§ Assigned task: Take the data below. Output it exactly from its first line through the line containing "from redact.media.video import".
+++ Records for processing
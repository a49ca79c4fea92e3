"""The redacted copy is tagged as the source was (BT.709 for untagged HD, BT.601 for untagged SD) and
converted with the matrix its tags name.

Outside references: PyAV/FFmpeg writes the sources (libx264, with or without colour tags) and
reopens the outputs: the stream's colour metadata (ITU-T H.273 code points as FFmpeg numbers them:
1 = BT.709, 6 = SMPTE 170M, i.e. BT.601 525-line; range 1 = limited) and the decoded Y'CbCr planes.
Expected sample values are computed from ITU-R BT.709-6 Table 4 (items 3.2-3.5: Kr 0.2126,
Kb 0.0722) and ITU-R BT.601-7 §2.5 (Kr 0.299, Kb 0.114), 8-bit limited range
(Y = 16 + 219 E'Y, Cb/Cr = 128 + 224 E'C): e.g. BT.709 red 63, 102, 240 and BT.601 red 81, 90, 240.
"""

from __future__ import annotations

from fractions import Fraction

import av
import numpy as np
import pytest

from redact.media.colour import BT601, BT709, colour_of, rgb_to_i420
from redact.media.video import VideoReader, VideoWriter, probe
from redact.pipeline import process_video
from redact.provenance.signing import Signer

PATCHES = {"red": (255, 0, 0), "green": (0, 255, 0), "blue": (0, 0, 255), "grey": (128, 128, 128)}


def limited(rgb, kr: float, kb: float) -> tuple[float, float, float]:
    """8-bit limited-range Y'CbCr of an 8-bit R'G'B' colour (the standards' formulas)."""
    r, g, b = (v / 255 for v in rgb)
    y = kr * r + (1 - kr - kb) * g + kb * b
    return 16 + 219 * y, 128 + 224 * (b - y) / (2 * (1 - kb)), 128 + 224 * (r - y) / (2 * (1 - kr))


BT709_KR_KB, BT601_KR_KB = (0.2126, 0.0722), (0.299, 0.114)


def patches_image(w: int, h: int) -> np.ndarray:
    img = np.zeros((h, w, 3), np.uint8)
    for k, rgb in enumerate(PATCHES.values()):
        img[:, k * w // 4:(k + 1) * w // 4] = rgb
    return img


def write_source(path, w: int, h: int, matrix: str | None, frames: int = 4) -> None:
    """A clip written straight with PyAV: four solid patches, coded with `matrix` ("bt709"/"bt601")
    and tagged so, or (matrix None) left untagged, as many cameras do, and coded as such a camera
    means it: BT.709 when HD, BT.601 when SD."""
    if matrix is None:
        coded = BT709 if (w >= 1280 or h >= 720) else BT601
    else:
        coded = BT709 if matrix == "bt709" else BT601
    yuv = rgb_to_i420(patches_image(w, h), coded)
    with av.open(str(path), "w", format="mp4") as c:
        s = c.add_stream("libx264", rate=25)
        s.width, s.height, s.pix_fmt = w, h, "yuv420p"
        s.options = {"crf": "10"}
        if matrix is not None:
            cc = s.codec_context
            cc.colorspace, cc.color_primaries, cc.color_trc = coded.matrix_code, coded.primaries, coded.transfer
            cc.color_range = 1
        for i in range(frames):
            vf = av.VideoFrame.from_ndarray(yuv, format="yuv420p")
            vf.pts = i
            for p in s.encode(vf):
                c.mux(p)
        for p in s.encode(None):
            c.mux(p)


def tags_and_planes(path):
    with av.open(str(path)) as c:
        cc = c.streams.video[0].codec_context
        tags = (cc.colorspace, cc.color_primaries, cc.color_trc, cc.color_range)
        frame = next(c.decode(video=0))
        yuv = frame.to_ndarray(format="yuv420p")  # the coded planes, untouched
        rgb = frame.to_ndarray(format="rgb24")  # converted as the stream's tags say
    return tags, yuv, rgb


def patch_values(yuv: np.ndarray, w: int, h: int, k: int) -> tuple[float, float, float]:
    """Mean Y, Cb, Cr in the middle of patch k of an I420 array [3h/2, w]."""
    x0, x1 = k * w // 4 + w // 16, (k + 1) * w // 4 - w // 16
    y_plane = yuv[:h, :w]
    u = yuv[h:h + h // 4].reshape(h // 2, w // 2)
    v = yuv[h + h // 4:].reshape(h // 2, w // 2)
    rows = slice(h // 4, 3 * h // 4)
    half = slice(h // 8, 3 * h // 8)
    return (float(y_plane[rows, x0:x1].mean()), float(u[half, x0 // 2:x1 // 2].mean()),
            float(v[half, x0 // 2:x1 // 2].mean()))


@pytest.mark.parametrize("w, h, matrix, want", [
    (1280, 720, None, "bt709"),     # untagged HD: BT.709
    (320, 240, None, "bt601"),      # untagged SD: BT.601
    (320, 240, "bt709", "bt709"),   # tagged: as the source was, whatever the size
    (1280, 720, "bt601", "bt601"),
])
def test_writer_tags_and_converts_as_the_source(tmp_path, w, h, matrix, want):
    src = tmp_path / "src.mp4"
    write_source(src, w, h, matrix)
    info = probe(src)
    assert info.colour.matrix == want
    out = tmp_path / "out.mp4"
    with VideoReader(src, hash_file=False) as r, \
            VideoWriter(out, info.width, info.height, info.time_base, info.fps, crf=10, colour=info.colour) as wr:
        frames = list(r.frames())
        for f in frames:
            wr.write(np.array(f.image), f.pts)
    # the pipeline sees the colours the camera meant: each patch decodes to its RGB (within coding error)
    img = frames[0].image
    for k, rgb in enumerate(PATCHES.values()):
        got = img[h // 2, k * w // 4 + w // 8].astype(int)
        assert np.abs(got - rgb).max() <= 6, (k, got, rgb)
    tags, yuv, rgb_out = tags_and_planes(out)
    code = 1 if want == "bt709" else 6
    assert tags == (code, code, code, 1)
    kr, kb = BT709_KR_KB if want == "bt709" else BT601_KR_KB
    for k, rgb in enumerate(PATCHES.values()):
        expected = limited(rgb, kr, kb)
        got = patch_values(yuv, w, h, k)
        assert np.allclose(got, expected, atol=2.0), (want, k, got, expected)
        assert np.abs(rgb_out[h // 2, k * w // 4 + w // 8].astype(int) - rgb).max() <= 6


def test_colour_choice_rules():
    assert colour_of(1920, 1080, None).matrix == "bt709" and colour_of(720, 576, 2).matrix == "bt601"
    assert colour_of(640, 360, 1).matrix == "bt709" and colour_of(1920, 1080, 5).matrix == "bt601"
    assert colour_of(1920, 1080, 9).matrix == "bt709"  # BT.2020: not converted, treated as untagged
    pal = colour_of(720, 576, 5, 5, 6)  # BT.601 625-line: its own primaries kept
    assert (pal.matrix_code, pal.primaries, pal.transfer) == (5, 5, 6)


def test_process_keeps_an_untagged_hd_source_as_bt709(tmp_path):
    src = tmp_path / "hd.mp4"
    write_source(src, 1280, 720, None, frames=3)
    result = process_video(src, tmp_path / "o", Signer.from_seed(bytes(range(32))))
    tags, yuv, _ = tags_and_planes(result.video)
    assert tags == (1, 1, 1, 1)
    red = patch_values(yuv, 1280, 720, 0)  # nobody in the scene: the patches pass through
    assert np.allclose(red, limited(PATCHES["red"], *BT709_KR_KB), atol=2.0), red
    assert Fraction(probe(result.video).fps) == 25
++++++
§ Written response:
repository a49ca79c4fea92e3
"""The redacted copy is tagged as the source was (BT.709 for untagged HD, BT.601 for untagged SD) and
converted with the matrix its tags name.

Outside references: PyAV/FFmpeg writes the sources (libx264, with or without colour tags) and
reopens the outputs: the stream's colour metadata (ITU-T H.273 code points as FFmpeg numbers them:
1 = BT.709, 6 = SMPTE 170M, i.e. BT.601 525-line; range 1 = limited) and the decoded Y'CbCr planes.
Expected sample values are computed from ITU-R BT.709-6 Table 4 (items 3.2-3.5: Kr 0.2126,
Kb 0.0722) and ITU-R BT.601-7 §2.5 (Kr 0.299, Kb 0.114), 8-bit limited range
(Y = 16 + 219 E'Y, Cb/Cr = 128 + 224 E'C): e.g. BT.709 red 63, 102, 240 and BT.601 red 81, 90, 240.
"""

from __future__ import annotations

from fractions import Fraction

import av
import numpy as np
import pytest

from redact.media.colour import BT601, BT709, colour_of, rgb_to_i420
from redact.media.video import VideoReader, VideoWriter, probe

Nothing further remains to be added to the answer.